#### Exercise directions
From the data below, set down exactly the lines between the one holding "filename climwidgets/io/loader.py" and the one holding "peak memory under", inclusive, and no others.

#### Information provided
^^^^^^^^
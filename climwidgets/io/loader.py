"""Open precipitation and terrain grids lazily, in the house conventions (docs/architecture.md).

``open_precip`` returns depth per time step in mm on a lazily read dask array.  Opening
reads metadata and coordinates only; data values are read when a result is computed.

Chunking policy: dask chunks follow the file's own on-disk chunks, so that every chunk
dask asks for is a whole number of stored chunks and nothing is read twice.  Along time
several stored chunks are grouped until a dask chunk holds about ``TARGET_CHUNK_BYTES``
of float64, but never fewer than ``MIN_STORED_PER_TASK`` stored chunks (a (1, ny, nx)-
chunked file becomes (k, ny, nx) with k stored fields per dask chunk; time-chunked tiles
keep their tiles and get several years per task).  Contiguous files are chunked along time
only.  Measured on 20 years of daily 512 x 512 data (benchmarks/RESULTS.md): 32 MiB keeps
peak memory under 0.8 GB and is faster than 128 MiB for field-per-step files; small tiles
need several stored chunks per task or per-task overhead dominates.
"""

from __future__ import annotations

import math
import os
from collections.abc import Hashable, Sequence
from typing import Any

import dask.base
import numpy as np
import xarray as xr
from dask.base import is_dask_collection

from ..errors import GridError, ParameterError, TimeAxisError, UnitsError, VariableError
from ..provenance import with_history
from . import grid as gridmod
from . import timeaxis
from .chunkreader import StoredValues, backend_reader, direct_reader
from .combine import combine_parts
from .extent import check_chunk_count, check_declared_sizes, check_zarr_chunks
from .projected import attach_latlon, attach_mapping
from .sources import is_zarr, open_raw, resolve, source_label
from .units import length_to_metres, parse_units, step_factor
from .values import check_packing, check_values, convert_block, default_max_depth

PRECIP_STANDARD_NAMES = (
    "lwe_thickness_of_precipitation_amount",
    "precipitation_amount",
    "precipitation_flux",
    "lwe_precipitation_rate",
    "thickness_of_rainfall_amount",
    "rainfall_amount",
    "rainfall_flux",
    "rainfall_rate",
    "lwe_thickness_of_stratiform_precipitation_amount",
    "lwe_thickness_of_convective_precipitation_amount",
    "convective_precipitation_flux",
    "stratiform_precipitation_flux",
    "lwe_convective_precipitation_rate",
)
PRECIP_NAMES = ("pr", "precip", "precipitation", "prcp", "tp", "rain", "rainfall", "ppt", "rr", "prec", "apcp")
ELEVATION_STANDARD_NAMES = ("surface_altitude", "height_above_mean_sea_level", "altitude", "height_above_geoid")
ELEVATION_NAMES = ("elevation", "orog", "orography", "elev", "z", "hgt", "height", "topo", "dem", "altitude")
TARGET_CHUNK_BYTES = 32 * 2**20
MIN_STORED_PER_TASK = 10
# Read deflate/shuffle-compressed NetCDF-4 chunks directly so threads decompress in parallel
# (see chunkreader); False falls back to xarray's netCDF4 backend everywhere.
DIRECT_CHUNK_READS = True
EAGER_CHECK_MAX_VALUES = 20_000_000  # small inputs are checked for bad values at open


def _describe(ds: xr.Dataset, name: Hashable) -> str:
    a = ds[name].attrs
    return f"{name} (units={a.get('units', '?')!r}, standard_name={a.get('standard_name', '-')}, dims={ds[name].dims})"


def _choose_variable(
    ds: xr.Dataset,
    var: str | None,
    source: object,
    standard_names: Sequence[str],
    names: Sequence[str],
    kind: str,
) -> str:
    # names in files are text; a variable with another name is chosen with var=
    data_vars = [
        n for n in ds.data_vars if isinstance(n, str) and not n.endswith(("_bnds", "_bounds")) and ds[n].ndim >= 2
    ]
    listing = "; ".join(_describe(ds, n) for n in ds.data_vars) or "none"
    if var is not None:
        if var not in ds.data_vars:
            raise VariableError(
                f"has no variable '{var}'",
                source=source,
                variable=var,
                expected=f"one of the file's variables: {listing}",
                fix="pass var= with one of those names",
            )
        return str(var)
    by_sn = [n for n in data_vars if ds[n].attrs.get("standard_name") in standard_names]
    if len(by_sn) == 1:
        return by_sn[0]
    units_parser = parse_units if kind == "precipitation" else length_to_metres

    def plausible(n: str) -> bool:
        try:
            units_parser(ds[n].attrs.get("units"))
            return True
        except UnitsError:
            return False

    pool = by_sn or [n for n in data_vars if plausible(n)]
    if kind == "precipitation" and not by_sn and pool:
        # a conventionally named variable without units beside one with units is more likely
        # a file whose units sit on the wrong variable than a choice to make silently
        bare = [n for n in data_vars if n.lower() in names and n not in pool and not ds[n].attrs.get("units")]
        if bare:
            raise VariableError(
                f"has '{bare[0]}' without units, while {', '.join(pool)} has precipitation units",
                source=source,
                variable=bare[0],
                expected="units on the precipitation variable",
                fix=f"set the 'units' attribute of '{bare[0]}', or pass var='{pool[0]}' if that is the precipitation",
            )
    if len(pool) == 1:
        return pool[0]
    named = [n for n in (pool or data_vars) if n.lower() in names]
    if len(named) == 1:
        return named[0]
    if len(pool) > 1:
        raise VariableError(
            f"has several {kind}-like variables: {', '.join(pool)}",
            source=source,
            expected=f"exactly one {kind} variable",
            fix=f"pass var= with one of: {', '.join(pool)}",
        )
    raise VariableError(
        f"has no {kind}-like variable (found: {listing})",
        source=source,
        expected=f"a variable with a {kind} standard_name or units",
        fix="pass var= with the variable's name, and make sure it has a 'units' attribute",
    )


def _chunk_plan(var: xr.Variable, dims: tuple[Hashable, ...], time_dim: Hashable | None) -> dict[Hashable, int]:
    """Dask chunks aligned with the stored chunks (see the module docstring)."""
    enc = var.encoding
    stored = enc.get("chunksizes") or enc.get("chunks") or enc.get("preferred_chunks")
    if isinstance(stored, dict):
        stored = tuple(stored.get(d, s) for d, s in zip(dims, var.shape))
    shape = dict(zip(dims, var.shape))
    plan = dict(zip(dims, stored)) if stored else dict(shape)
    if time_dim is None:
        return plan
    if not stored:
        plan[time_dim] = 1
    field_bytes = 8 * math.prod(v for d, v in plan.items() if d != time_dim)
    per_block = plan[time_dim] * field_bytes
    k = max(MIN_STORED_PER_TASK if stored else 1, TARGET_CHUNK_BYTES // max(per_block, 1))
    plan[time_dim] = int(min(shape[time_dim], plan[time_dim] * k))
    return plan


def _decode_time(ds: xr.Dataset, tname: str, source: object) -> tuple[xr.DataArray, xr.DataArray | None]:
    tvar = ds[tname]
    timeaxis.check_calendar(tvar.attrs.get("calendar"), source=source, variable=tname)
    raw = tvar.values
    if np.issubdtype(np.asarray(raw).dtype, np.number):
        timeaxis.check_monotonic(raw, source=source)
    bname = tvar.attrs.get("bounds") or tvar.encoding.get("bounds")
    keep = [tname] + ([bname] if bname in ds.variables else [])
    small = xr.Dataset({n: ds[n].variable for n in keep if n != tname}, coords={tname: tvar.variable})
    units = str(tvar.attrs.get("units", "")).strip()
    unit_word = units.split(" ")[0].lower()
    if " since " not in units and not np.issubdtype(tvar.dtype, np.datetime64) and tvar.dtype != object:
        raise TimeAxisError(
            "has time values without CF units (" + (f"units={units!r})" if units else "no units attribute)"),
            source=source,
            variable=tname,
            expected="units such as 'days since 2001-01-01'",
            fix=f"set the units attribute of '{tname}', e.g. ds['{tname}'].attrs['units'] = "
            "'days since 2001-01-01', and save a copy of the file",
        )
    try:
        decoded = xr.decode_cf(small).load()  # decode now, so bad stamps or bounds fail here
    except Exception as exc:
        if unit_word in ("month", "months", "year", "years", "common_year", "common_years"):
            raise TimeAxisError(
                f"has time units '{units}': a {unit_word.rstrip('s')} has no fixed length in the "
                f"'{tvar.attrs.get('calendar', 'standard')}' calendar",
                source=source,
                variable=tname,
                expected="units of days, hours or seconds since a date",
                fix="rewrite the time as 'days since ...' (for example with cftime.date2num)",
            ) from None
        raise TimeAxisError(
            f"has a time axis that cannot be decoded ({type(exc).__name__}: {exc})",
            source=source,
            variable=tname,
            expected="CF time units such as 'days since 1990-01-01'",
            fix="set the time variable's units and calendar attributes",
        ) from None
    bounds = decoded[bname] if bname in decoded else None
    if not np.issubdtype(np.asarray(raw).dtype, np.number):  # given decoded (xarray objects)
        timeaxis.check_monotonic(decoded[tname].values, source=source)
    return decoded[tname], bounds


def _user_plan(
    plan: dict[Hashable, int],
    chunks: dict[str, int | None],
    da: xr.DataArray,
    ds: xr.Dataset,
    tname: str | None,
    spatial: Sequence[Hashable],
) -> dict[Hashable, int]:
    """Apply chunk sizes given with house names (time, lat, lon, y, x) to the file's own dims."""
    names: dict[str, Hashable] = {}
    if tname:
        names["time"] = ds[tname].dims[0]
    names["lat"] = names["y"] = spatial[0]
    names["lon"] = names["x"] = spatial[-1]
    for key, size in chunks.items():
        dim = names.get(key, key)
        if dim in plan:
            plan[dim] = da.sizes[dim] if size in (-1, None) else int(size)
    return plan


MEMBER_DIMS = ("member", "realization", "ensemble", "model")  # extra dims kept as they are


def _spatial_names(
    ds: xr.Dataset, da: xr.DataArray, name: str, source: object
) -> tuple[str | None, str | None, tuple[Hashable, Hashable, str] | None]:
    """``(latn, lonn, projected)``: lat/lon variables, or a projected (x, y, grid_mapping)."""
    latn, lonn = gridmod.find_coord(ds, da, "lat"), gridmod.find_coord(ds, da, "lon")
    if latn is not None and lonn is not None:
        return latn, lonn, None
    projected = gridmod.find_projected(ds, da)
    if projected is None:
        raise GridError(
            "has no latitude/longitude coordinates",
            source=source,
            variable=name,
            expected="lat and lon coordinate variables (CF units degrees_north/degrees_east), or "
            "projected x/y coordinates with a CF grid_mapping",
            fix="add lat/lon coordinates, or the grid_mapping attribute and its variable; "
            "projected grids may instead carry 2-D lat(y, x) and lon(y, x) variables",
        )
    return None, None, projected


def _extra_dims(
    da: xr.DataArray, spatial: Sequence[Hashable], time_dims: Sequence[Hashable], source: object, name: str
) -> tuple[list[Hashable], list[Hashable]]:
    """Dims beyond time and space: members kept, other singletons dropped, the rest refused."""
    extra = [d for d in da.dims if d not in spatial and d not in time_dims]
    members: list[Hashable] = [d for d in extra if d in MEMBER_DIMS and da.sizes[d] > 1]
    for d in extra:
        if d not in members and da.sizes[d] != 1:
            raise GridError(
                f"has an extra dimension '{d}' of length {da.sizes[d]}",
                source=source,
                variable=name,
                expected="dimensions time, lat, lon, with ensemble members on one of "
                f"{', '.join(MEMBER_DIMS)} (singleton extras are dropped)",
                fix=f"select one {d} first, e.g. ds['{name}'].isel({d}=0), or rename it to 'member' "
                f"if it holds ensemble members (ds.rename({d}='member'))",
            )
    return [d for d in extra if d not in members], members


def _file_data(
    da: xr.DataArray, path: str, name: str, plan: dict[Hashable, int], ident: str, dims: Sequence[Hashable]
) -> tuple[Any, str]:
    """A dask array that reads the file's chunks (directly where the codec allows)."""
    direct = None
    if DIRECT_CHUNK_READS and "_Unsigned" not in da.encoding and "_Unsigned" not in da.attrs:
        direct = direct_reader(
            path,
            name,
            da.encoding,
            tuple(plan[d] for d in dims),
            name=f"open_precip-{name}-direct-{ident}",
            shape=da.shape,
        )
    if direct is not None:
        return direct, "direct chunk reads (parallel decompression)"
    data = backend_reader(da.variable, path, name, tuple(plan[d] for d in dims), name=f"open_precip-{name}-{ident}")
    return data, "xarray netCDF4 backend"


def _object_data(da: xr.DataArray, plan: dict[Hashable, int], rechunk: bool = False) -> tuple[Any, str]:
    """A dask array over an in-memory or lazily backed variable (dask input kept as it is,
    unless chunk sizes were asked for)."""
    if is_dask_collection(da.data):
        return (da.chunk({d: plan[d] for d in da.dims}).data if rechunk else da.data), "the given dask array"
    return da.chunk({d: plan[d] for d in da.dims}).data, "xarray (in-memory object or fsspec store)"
^^^^^^^^
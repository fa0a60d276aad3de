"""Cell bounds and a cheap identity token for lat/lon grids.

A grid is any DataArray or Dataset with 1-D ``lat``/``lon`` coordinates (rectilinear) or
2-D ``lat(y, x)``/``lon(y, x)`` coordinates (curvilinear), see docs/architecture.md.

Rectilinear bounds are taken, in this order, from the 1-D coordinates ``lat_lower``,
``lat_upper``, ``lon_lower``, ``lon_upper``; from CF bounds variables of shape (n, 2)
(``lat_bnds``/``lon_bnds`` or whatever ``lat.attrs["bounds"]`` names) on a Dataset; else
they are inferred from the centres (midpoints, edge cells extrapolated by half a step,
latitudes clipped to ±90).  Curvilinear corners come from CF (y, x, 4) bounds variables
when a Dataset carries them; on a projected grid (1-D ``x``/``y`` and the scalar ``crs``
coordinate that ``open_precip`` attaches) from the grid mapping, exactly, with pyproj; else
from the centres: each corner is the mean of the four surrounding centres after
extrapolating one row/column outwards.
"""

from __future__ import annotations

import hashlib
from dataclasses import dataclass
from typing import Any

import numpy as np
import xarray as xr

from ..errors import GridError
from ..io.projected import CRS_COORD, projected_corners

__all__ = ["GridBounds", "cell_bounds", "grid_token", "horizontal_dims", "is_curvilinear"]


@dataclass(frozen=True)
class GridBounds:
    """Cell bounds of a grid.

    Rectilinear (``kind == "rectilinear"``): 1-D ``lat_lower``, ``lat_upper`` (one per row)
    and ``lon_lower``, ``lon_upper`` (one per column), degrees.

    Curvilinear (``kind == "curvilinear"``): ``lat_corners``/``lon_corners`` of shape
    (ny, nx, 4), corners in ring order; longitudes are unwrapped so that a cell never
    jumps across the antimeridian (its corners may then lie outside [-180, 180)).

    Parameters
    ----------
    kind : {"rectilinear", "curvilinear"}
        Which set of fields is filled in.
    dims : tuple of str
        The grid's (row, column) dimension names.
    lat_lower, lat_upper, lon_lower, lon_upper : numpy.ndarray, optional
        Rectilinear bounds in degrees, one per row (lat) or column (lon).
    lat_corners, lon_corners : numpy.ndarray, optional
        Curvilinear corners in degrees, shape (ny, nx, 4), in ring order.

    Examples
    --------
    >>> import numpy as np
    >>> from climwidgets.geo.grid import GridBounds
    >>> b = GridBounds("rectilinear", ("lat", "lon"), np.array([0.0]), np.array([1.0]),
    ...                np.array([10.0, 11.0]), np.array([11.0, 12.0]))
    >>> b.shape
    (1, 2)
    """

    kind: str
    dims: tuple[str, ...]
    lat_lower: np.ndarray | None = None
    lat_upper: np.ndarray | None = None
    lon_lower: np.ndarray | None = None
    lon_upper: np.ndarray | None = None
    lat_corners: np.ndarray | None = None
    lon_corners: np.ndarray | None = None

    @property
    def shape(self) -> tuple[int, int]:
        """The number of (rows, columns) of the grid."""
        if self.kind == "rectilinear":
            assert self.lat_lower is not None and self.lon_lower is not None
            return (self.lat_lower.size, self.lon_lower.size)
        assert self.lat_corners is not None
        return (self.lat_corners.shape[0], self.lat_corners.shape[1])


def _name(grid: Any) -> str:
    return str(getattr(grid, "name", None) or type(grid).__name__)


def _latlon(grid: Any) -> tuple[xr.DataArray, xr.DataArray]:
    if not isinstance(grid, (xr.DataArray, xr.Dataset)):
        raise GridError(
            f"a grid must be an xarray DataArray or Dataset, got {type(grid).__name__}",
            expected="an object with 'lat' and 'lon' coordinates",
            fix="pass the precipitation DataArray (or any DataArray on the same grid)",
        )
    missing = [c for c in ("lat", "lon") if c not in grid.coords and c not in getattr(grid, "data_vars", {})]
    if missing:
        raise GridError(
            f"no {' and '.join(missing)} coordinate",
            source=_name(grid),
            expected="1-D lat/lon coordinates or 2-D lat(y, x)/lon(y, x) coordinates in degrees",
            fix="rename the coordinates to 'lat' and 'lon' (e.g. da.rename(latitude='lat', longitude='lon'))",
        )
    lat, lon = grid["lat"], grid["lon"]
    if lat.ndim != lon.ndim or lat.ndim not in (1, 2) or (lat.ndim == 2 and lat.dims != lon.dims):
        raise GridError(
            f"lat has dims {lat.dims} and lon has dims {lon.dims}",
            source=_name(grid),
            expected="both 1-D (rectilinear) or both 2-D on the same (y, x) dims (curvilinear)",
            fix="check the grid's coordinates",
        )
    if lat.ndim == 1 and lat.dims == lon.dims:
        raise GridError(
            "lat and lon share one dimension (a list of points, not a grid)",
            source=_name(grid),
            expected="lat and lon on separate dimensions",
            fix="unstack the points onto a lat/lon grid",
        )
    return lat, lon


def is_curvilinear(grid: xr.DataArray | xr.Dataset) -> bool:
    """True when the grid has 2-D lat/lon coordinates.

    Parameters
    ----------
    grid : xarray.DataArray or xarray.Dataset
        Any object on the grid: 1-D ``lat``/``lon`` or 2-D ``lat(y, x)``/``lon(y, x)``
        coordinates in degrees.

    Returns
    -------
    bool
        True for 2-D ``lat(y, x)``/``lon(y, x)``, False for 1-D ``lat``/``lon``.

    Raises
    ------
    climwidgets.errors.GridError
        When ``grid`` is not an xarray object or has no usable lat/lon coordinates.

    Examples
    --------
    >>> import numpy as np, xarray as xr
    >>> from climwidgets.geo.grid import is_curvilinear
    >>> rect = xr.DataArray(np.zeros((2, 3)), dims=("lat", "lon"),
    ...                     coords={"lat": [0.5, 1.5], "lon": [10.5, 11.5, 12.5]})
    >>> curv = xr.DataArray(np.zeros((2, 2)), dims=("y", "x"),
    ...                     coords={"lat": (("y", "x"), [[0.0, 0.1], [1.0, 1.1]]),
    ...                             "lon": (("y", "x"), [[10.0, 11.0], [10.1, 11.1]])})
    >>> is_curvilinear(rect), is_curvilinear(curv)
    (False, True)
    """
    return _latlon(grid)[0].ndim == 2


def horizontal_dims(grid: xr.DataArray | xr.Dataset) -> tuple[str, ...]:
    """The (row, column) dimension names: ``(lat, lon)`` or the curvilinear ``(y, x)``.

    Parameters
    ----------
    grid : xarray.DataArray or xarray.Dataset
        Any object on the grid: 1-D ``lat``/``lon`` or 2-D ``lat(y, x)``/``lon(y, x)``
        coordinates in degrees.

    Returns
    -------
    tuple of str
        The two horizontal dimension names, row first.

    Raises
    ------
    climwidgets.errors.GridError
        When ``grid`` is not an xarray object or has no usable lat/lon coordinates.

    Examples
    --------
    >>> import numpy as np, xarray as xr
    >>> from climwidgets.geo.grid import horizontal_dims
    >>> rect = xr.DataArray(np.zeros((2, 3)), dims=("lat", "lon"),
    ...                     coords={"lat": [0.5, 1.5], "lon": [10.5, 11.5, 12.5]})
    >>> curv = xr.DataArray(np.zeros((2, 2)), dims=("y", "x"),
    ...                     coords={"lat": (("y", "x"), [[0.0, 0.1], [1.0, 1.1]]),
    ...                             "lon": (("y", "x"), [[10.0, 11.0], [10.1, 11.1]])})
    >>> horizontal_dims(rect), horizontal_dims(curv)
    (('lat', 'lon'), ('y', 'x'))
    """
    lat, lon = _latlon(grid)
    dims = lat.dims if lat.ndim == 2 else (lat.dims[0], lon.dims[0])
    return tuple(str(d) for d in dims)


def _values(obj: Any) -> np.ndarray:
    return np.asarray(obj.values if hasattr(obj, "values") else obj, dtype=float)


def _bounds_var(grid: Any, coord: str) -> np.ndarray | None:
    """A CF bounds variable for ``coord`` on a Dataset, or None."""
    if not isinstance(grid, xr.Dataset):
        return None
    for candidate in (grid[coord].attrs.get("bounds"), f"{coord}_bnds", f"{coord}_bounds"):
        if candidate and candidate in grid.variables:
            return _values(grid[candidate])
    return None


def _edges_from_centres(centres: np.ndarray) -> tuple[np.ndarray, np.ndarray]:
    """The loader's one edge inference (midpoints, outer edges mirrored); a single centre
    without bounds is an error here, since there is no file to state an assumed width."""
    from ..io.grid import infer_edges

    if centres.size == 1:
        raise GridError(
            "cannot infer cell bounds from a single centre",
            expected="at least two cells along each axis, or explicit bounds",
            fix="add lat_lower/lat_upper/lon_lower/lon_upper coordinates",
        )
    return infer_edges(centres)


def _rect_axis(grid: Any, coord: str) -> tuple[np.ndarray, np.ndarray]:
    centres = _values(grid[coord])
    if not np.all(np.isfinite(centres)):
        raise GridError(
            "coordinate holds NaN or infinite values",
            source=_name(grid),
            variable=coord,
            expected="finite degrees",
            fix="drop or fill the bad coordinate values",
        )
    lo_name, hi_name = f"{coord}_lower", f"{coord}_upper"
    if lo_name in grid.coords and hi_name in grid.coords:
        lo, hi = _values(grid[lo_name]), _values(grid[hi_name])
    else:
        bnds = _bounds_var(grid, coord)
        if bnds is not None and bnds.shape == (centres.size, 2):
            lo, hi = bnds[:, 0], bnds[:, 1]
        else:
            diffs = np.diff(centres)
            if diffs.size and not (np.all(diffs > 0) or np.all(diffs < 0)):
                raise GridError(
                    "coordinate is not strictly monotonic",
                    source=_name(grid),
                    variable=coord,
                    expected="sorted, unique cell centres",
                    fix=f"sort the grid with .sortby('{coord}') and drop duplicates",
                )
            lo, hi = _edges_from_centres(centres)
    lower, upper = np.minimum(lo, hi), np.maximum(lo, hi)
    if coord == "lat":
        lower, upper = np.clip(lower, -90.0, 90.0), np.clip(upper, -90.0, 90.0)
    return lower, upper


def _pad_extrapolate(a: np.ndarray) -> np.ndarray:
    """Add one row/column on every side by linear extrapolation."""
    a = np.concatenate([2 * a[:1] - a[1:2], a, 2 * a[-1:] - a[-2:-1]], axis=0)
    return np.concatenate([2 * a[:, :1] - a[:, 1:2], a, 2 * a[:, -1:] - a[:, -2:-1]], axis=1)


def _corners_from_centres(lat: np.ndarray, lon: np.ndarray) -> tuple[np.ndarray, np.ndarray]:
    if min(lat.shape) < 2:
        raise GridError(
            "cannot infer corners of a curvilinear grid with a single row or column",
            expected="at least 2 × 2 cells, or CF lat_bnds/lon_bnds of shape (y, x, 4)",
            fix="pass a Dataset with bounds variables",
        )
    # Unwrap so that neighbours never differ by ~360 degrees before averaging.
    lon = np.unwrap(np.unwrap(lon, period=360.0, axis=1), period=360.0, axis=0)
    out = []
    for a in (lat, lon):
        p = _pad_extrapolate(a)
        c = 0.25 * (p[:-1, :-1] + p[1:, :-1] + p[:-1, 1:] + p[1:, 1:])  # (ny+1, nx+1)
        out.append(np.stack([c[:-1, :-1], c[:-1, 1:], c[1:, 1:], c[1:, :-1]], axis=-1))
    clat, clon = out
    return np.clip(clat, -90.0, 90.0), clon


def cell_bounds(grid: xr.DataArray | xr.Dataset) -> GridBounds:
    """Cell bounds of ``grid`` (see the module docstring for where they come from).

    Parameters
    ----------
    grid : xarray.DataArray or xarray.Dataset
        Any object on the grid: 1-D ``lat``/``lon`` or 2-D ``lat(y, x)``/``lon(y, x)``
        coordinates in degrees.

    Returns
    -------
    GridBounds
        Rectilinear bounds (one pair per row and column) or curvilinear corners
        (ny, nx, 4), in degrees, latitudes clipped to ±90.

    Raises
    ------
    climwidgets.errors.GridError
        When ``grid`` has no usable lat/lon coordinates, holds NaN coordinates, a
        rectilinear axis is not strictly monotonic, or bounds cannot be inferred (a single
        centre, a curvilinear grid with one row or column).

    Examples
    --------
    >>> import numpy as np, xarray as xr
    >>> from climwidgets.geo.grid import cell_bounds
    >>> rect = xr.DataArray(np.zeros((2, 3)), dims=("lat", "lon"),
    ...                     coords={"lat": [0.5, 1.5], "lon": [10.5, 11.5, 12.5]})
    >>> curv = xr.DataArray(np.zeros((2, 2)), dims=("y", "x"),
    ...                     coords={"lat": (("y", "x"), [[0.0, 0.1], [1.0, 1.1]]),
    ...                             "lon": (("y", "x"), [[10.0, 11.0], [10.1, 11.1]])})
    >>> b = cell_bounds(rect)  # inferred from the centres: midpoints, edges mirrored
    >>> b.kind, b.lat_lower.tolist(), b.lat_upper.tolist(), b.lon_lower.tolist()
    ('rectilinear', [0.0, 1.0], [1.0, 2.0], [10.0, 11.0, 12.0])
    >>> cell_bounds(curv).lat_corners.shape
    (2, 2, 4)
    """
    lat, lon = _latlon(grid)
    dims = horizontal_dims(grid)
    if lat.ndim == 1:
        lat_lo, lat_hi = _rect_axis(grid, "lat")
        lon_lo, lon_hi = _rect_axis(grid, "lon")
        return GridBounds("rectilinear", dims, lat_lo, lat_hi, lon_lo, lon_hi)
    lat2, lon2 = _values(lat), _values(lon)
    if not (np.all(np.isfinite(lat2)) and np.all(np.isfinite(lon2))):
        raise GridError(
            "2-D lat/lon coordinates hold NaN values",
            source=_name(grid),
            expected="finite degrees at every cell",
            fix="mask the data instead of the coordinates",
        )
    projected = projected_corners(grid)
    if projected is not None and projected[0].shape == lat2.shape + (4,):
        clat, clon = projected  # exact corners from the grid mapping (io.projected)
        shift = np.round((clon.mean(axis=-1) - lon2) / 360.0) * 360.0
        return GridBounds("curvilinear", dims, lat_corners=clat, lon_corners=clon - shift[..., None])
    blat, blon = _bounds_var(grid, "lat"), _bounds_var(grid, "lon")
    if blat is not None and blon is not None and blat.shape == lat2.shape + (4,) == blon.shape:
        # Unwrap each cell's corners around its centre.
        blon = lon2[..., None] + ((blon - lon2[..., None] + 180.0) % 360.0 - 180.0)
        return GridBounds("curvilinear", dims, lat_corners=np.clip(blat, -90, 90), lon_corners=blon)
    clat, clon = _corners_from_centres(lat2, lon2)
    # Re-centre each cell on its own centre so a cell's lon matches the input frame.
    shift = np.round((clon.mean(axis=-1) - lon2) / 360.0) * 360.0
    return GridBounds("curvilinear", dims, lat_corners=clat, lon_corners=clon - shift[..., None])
^^^^^^^^
#### Final answer
filename climwidgets/io/loader.py
"""Open precipitation and terrain grids lazily, in the house conventions (docs/architecture.md).

``open_precip`` returns depth per time step in mm on a lazily read dask array.  Opening
reads metadata and coordinates only; data values are read when a result is computed.

Chunking policy: dask chunks follow the file's own on-disk chunks, so that every chunk
dask asks for is a whole number of stored chunks and nothing is read twice.  Along time
several stored chunks are grouped until a dask chunk holds about ``TARGET_CHUNK_BYTES``
of float64, but never fewer than ``MIN_STORED_PER_TASK`` stored chunks (a (1, ny, nx)-
chunked file becomes (k, ny, nx) with k stored fields per dask chunk; time-chunked tiles
keep their tiles and get several years per task).  Contiguous files are chunked along time
only.  Measured on 20 years of daily 512 x 512 data (benchmarks/RESULTS.md): 32 MiB keeps
peak memory under 0.8 GB and is faster than 128 MiB for field-per-step files; small tiles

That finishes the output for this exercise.